Ein Polizist mit Zottelhaaren
Gericht Ein Mann aus der linken Szene soll eine Flasche geworfen haben. Vor Gericht soll ein verdeckter Ermittler den Vorgang klären. Warum der vorher eine Perücke verpasst bekam
Der Mann sah ziemlich verwahrlost aus. Lange Zottelhaare, ein grauer Bart, der über das halbe Gesicht gewachsen schien und dann noch eine Hornbrille mit dicken Gläsern, die so aus der Mode ist, dass sie bei manchen Hipstern vielleicht schon wieder angesagt ist.
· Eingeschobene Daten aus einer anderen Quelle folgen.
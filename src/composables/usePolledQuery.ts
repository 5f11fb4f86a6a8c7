import { useQuery, type QueryKey } from '@tanstack/vue-query';
import { computed, type MaybeRefOrGetter, toValue } from 'vue';
import { pollInterval } from './pollInterval';

interface PolledQueryOptions<T> {
  queryKey: MaybeRefOrGetter<QueryKey>;
  queryFn: () => Promise<T>;
  /** Whether the thing may still change by itself. */
  isLive: (data: T) => boolean;
}

/** A query that is asked again while its answer may still change, with growing pauses, and not in a hidden tab. */
export function usePolledQuery<T>({ queryKey, queryFn, isLive }: PolledQueryOptions<T>) {
  let last = '';
  let unchanged = 0;
  return useQuery({
    queryKey: computed(() => toValue(queryKey)),
    queryFn: async () => {
      const data = await queryFn();
      const text = JSON.stringify(data);
      unchanged = text === last ? unchanged + 1 : 0;
      last = text;
      return data;
    },
    refetchInterval: (query) => {
      const data = query.state.data as T | undefined;
      return data !== undefined && isLive(data) ? pollInterval(unchanged) : false;
    },
    refetchIntervalInBackground: false,
  });
}
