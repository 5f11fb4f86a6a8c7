import { computed } from 'vue';
import { useRoute, useRouter } from 'vue-router';
import type { Range } from '@/components/charts/SpectrumModel';

const numberOf = (value: unknown): number => (typeof value === 'string' && value !== '' ? Number(value) : Number.NaN);

/** Channel and stretch of the spectrum, kept in the address: a sent link shows the same place. */
export function useCapturePlace() {
  const route = useRoute();
  const router = useRouter();
  const channel = computed(() => Math.max(0, Math.round(numberOf(route.query.channel)) || 0));
  const range = computed<Range | null>(() => {
    const fromHz = numberOf(route.query.from);
    const toHz = numberOf(route.query.to);
    return fromHz >= 0 && toHz > fromHz ? { fromHz, toHz } : null;
  });
  const write = (changes: Record<string, string | undefined>): void => {
    void router.replace({ query: { ...route.query, ...changes } });
  };
  const setChannel = (next: number): void =>
    write({ channel: next ? String(next) : undefined, from: undefined, to: undefined });
  const setRange = (next: Range | null): void =>
    write({
      from: next ? String(Number(next.fromHz.toPrecision(7))) : undefined,
      to: next ? String(Number(next.toHz.toPrecision(7))) : undefined,
    });
  return { channel, range, setChannel, setRange };
}
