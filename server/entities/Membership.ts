import { Column, Entity, Index, JoinColumn, ManyToOne, Unique, type Relation } from 'typeorm';
import type { ProjectRole } from '../../shared/schemas/account.js';
import { BaseRow } from './BaseRow.js';
import { Project } from './Project.js';
import { User } from './User.js';

@Entity('memberships')
@Unique(['projectId', 'userId'])
export class Membership extends BaseRow {
  @Column({ type: 'uuid' })
  projectId!: string;

  @ManyToOne(() => Project, { onDelete: 'CASCADE' })
  @JoinColumn({ name: 'project_id' })
  project!: Relation<Project>;

  @Index()
  @Column({ type: 'uuid' })
  userId!: string;

  @ManyToOne(() => User, { onDelete: 'CASCADE' })
  @JoinColumn({ name: 'user_id' })
  user!: Relation<User>;

  @Column({ type: 'varchar', length: 20, array: true })
  roles!: ProjectRole[];
}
Jedenfalls stand dieser Mann dem Gericht gestern Rede und Antwort. Und er hatte eine Polizeiuniform an. Die Maskerade diente einzig und allein dazu, nicht das wahre Gesicht des Beamten zu zeigen. Denn der arbeitet als verdeckter Ermittler bei der Polizei und soll von niemandem erkannt werden.
Angeklagt ist ein 27-Jähriger aus Ingolstadt. Ihm wird vorgeworfen, bei einer Demonstration vor eineinhalb Jahren eine grüne 0,33l-Bierflasche geworfen zu haben. Der Polizist hat das eigenen Angaben zufolge alles beobachtet und dafür gesorgt, dass der Mann, der zur linken Szene zu rechnen ist, festgenommen worden war und sich jetzt vor Gericht verantworten muss.
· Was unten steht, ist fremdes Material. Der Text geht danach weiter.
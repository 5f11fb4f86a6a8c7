import { Column, Entity, JoinColumn, ManyToOne, Unique, type Relation } from 'typeorm';
import type { ChannelScreen, Verdict } from '../../shared/schemas/screening.js';
import type { MeasurementRecord } from '../../shared/screening/MeasurementRecord.js';
import { BaseRow } from './BaseRow.js';
import { Capture } from './Capture.js';

/** What was measured on one channel, and what the judge made of it. */
@Entity('channel_results')
@Unique(['captureId', 'channelIndex'])
export class ChannelResult extends BaseRow {
  @Column({ type: 'uuid' })
  captureId!: string;

  @ManyToOne(() => Capture, { onDelete: 'CASCADE' })
  @JoinColumn({ name: 'capture_id' })
  capture!: Relation<Capture>;

  @Column({ type: 'integer' })
  channelIndex!: number;

  /** Independent of any threshold: judging again needs only this. */
  @Column({ type: 'jsonb' })
  measurement!: MeasurementRecord;

  @Column({ type: 'jsonb' })
  screen!: ChannelScreen;

  @Column({ type: 'varchar', length: 12 })
  verdict!: Verdict;
}
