import { computed, type ComputedRef } from 'vue';
import { useRoute, useRouter } from 'vue-router';

/**
 * Filters kept in the address, so that Back, a reload and a sent link show the same. An empty value leaves the address;
 * any change of a filter goes back to the first page.
 */
export function useUrlFilters<Name extends string>(names: readonly Name[]) {
  const route = useRoute();
  const router = useRouter();
  const filters = computed(() =>
    Object.fromEntries(
      names.map((name) => {
        const value = route.query[name];
        return [name, typeof value === 'string' ? value : ''];
      }),
    ),
  ) as ComputedRef<Record<Name, string>>;
  const cursors = computed(() => {
    const pages = route.query.page;
    return typeof pages === 'string' && pages !== '' ? pages.split('~') : [];
  });

  const write = (changes: Record<string, string | null | undefined>): void => {
    const query = { ...route.query, ...changes };
    void router.replace({ query: Object.fromEntries(Object.entries(query).filter(([, value]) => value)) });
  };
  const setFilter = (name: Name, value: string | null | undefined): void => write({ [name]: value, page: null });
  const setCursors = (next: string[]): void => write({ page: next.join('~') });
  const clear = (): void => write(Object.fromEntries([...names, 'page'].map((name) => [name, null])));

  return { filters, cursors, setFilter, setCursors, clear };
}
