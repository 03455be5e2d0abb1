import type { DeviceModel } from '@coaxwain/models'
import { channelsIn, type PlanPart } from '@coaxwain/signal'

/** Vision carriers that count as one channel differ by less, in MHz; common practice, no source. */
const SAME_MHZ = 0.3

const visionOf = (part: PlanPart): number[] => channelsIn(part).flatMap((c) => c.visionMhz ?? [])

/** Channels off air that a set can be tuned to; a cable plan is no reason to buy for another country. */
export function receivedOffAir({ controls }: DeviceModel): number[] {
  return controls.flatMap((c) =>
    c.kind === 'tuned-to'
      ? c.reaches
          .filter(({ part }) => !part.plan.includes('cable'))
          .flatMap(({ part }) => visionOf(part))
      : [],
  )
}

/**
 * Whether a part is sold where a set was: a modulator of which some channel is among those that the set
 * receives off air, and everything else anywhere.
 */
export function isSoldFor(part: DeviceModel, received: readonly number[]): boolean {
  if (part.kind !== 'modulator' || received.length === 0) return true
  const sent = part.controls.flatMap((c) =>
    c.kind === 'channel' && 'part' in c.carriers ? visionOf(c.carriers.part) : [],
  )
  return sent.some((mhz) => received.some((other) => Math.abs(other - mhz) < SAME_MHZ))
}
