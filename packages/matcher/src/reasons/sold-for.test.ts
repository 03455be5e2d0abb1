import type { Control, DeviceModel } from '@coaxwain/models'
import type { PlanPart } from '@coaxwain/signal'
import { describe, expect, it } from 'vitest'
import { isSoldFor, receivedOffAir } from './sold-for'

const US: PlanPart = { plan: 'us-broadcast' }
const US_3_4: PlanPart = { plan: 'us-broadcast', names: '3..4' }
const UK: PlanPart = { plan: 'uk-uhf' }
const CABLE: PlanPart = { plan: 'us-cable-std', names: '2..6' }

const having = (kind: DeviceModel['kind'], control: object): DeviceModel =>
  ({ kind, controls: [control as Control] }) as unknown as DeviceModel

const set = (...parts: PlanPart[]): DeviceModel =>
  having('television', { kind: 'tuned-to', reaches: parts.map((part) => ({ part })) })

const modulator = (part: PlanPart): DeviceModel =>
  having('modulator', { kind: 'channel', carriers: { part } })

const sold = (part: DeviceModel, beside: DeviceModel): boolean =>
  isSoldFor(part, receivedOffAir(beside))

describe('a modulator', () => {
  it('is sold where its channels are on the air', () => {
    expect(sold(modulator(US_3_4), set(US))).toBe(true)
    expect(sold(modulator(UK), set(UK))).toBe(true)
  })

  it('is not sold in a country with other channels', () => {
    expect(sold(modulator(US_3_4), set(UK))).toBe(false)
  })

  it('is not sold for a cable plan that a set also reaches', () => {
    expect(sold(modulator(CABLE), set(UK, CABLE))).toBe(false)
  })

  it('is sold beside a set without a tuner', () => {
    expect(sold(modulator(UK), having('monitor', { kind: 'positions' }))).toBe(true)
  })
})

it('everything else is sold anywhere', () => {
  expect(sold(having('scan-converter', { kind: 'positions' }), set(UK))).toBe(true)
})
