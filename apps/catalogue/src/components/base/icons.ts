/** Line drawings on a grid of 20, drawn for this app; a line of 1.5 does for all of them. */
export const ICONS = {
  hookups:
    'M5.5 6.5V13q0 3 3 3h3q3 0 3 -3V6.5M5.5 2a2.3 2.3 0 1 0 .01 0M14.5 2a2.3 2.3 0 1 0 .01 0',
  shelf: 'M2 2V18M18 2V18M2 9.5H18M2 16H18M5 9.5V5.5H10V9.5M7 16V12.5H13V16',
  models: 'M4 2H16V18H4ZM7 6H13M7 9H13M7 12H10',
  search: 'M8.5 3a5.5 5.5 0 1 0 .01 0M12.6 12.6L17 17',
  help: 'M10 2a8 8 0 1 0 .01 0M7.6 7.8q.2 -2.2 2.4 -2.2t2.4 2q0 1.4 -1.4 2.2t-1 1.9M10 14.2V14.4',
  moon: 'M8 2.6A7.6 7.6 0 1 0 17.4 12A7 7 0 0 1 8 2.6Z',
  sun: 'M10 6a4 4 0 1 0 .01 0M10 1V3M10 17V19M1 10H3M17 10H19M3.6 3.6L5 5M15 15L16.4 16.4M3.6 16.4L5 15M15 5L16.4 3.6',
  print: 'M5.5 7V2.5H14.5V7M5.5 14H2.5V7H17.5V14H14.5M5.5 11.5H14.5V17.5H5.5Z',
  plus: 'M10 3V17M3 10H17',
  close: 'M4.5 4.5L15.5 15.5M15.5 4.5L4.5 15.5',
  back: 'M12.5 3.5L6 10L12.5 16.5',
  down: 'M4.5 7.5L10 13L15.5 7.5',
  up: 'M4.5 12.5L10 7L15.5 12.5',
  more: 'M4 10h.01M10 10h.01M16 10h.01',
  filter: 'M3 5H17M5.5 10H14.5M8.5 15H11.5',
  warning: 'M10 2.5L18.5 17.5H1.5ZM10 8V12.5M10 14.8V15',
  edit: 'M3 17L4 13L13.5 3.5L16.5 6.5L7 16ZM11.5 5.5L14.5 8.5',
  undo: 'M4 8H12a4.5 4.5 0 0 1 0 9H8M7.5 4.5L4 8L7.5 11.5',
  words: 'M3 4H17V14H9L5.5 17V14H3ZM6 7.5H14M6 10.5H11',
  door: 'M8 3H3.5V17H8M7 10H17M13.5 6.5L17 10L13.5 13.5',
} as const

export type IconName = keyof typeof ICONS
Der Flaschenwurf soll sich im April vergangenen Jahres zugetragen haben. Damals hatten rund 70 rechtsextreme Mitglieder des Dritten Wegs in Ingolstadt eine Demonstration veranstaltet. Sie zogen vom Brückenkopf durch die Innenstadt und wieder zurück. Den Rechtsextremen stellten sich zahlreiche Symbolbild: Caroline Seidel/dpa Gegendemonstranten in den Weg. Die Stimmung war aufgeheizt, es wurde gegrölt, gepfiffen, Parolen geschmettert. Ein großes Polizeiauf- gebot versuchte, die Situation nicht aus dem Ruder laufen zu lassen. All das ist auch auf einem Video zu sehen, das sich das Gericht gestern angeschaut hat. Und noch etwas: An der Konrad-Adenauer-Brücke wirft jemand eine Flasche in Richtung der Rechtsradikalen. Dabei soll es sich um den Angeklagten handeln, ist sich der Polizist sicher. Obwohl er vermummt war, sich ein Tuch über die Nase gebunden hatte, eine Sonnenbrille trug und sich eine schwarze Kapuze übergezogen hatte. Doch nach der Tat soll der Mann das Tuch abgenommen und sich auch die Regenjacke ausgezogen haben. Zum Vorschein kam eine auffällige Collegejacke. Eben genau jene, die auch der Mann trug, der später in der Fußgängerzone festgenommen wurde, nachdem die Kollegen die Personenbeschreibung über Funk erhalten hatten. Bereits damals hat er die Tat abgestritten. „Ich war’s nicht“, soll er dort gegenüber einem Beamten gesagt haben.
Ein Urteil konnte Richterin Katharina Hartmann gestern noch nicht verkünden. Die Verhandlung wird fortgesetzt, dann werden auf den Zuschauerbänken vermutlich wieder viele Interessierte aus der linken Szene den Prozess verfolgen.